Pawan comments on What We Learned Trying to Diff Base and Chat Models (And Why It Matters)

Pawan 4 Jul 2025 15:28 UTC
2 points
0
Its always interesting to see how optimization pressures affect how the model represents things. The batch Top-k fix is clever in that aspect. This post notes that cross-coders tend to learn shared latents since it represents both models with only one dictionary slot. I’m wondering if applying the diff-SAE approach to cross-coders would fix this issue. Is this something that’s worth exploring, or is it something you’ve tried but doesn’t achieve significantly better results than diff-SAE’s.

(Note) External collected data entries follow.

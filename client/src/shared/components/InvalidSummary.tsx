/**
 * Said once at the top of a form when a save was refused on the client: how many values
 * need a look. Each message itself sits beside its field, where focus is moved.
 */
export function InvalidSummary({ show, count, what }: { show: boolean; count: number; what: string }) {
  if (!show || count === 0) return null;
  return (
    <div
      role="alert"
      className="rounded-seed border-l-4 border-danger-700 bg-danger-50 px-4 py-3 text-sm text-danger-700"
    >
      <p className="font-medium">
        {count === 1 ? 'One value needs' : `${count} values need`} a look before {what} can be saved; each is
        marked beside its field, and nothing you typed was lost.
      </p>
    </div>
  );
}
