import type { ClassCardView, LookAlikeRow } from '../../../../shared/api/species-cards';

type SpeciesCardProps = {
  /** The profile the card describes. */
  name: string;
  card: ClassCardView;
  /** Where the photo with this id is served (a workspace route, or a class link's). */
  photoUrl: (photoId: string) => string;
  headingLevel?: 'h2' | 'h3';
  /** Larger type and no shadows, for a projector. */
  large?: boolean;
};

/** Rows grouped by look-alike, in the order they were entered, so each gets its own table. */
function byLookAlike(rows: readonly LookAlikeRow[]) {
  const groups = new Map<string, LookAlikeRow[]>();
  for (const row of rows) groups.set(row.lookAlikeName, [...(groups.get(row.lookAlikeName) ?? []), row]);
  return [...groups];
}

/**
 * A species card as lessons, profile pages and reports show it: how to tell the species
 * from its look-alikes feature by feature, its life form and status in the words the
 * workspace entered, and its photos with their captions.
 */
export function SpeciesCard({
  name,
  card,
  photoUrl,
  headingLevel: Heading = 'h2',
  large = false,
}: SpeciesCardProps) {
  const Sub = Heading === 'h2' ? 'h3' : 'h4';
  return (
    <section
      aria-label={`Species card: ${name}`}
      className={`flex flex-col gap-4 rounded-seed border border-silt-300 bg-white p-5 break-inside-avoid ${large ? '' : 'shadow-sheet'}`}
    >
      <div className="flex flex-wrap items-baseline justify-between gap-2">
        <Heading className={large ? 'text-3xl font-semibold' : 'text-2xl font-semibold'}>{name}</Heading>
        <p className="text-xs font-semibold tracking-wide text-russet-700 uppercase">Species card</p>
      </div>
      <dl className="grid gap-x-6 gap-y-2 sm:grid-cols-[auto_minmax(0,1fr)]">
        <dt className="font-medium text-loam-700">Life form</dt>
        <dd className="text-humus-900">{card.lifeForm || '—'}</dd>
        <dt className="font-medium text-loam-700">Status</dt>
        <dd className="text-humus-900">
          {card.status || '—'}
          {card.status ? (
            <span className="text-sm text-loam-700"> (as entered in this workspace)</span>
          ) : null}
        </dd>
      </dl>
      {card.identificationNotes ? (
        <div>
          <Sub className="text-lg font-semibold">How to recognise it</Sub>
          <p className="max-w-prose whitespace-pre-line text-humus-900">{card.identificationNotes}</p>
        </div>
      ) : null}
      {byLookAlike(card.lookAlikes).map(([lookAlike, rows]) => (
        <div key={lookAlike} className="overflow-x-auto">
          <table className="w-full min-w-[28rem] border-collapse text-left">
            <caption className="pb-2 text-left font-display text-lg font-semibold text-humus-900">
              Telling it from {lookAlike}
            </caption>
            <thead>
              <tr className="border-b-2 border-loam-400">
                <th scope="col" className="py-1.5 pr-4 font-semibold">
                  Feature
                </th>
                <th scope="col" className="py-1.5 pr-4 font-semibold">
                  {name}
                </th>
                <th scope="col" className="py-1.5 font-semibold">
                  {lookAlike}
                </th>
              </tr>
            </thead>
            <tbody>
              {rows.map((row, i) => (
                <tr key={`${row.feature}-${i}`} className="border-b border-silt-200 align-top">
                  <th scope="row" className="py-1.5 pr-4 font-medium text-humus-900">
                    {row.feature}
                  </th>
                  <td className="py-1.5 pr-4">{row.thisSpecies}</td>
                  <td className="py-1.5">{row.lookAlike}</td>
                </tr>
              ))}
            </tbody>
          </table>
        </div>
      ))}
      {card.photos.length > 0 ? (
        <ul className="grid grid-cols-2 gap-3 sm:grid-cols-3">
          {card.photos.map((photo) => (
            <li key={photo.id}>
              <figure className="flex flex-col gap-1">
                <img
                  src={photoUrl(photo.id)}
                  alt={photo.caption}
                  width={photo.width}
                  height={photo.height}
                  loading="lazy"
                  className="aspect-[4/3] w-full rounded-seed border border-silt-300 object-cover"
                />
                <figcaption className="text-sm text-loam-700">{photo.caption}</figcaption>
              </figure>
            </li>
          ))}
        </ul>
      ) : null}
    </section>
  );
}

- Clément Dumas 5 Jul 2025 2:38 UTC
  2 points
  0
  Parent
  Yeah we’ve thought about it but didn’t run any experiment yet. An easy trick would be to add a $L_{d i f f}$ to the crosscoder reconstruction loss:
  $L_{d i f f} = MSE ((chat - base) - (chat_recon - base_recon)) = MSE (e_{chat}) + MSE (e_{base}) - 2 e_{chat} \cdot e_{base}$
  with
  $\begin{matrix} e_{chat} & = chat - chat_recon e_{base} & = base - base_recon \end{matrix}$
  So basically a generalization is to change the crosscoder loss to:
  $L = MSE (e_{chat}) + MSE (e_{base}) + λ \cdot (2 e_{chat} \cdot e_{base}), λ \in [- 1, 0]$
  with −1, you only focus on reconstruction the diff, with 0 you get the normal crosscoder reconstruction objective back. −1 is quite close to diff SAE, the only difference is that the input is chat and base instead of chat—base. Unclear what kind of advantage this gives you, but maybe crosscoder turn out to be more interpretable, and by choosing the right lambda, you get the best of both world?
  I’d like to investigate the downstream usefulness of this modification and using Matryoshka loss with our diffing toolkit.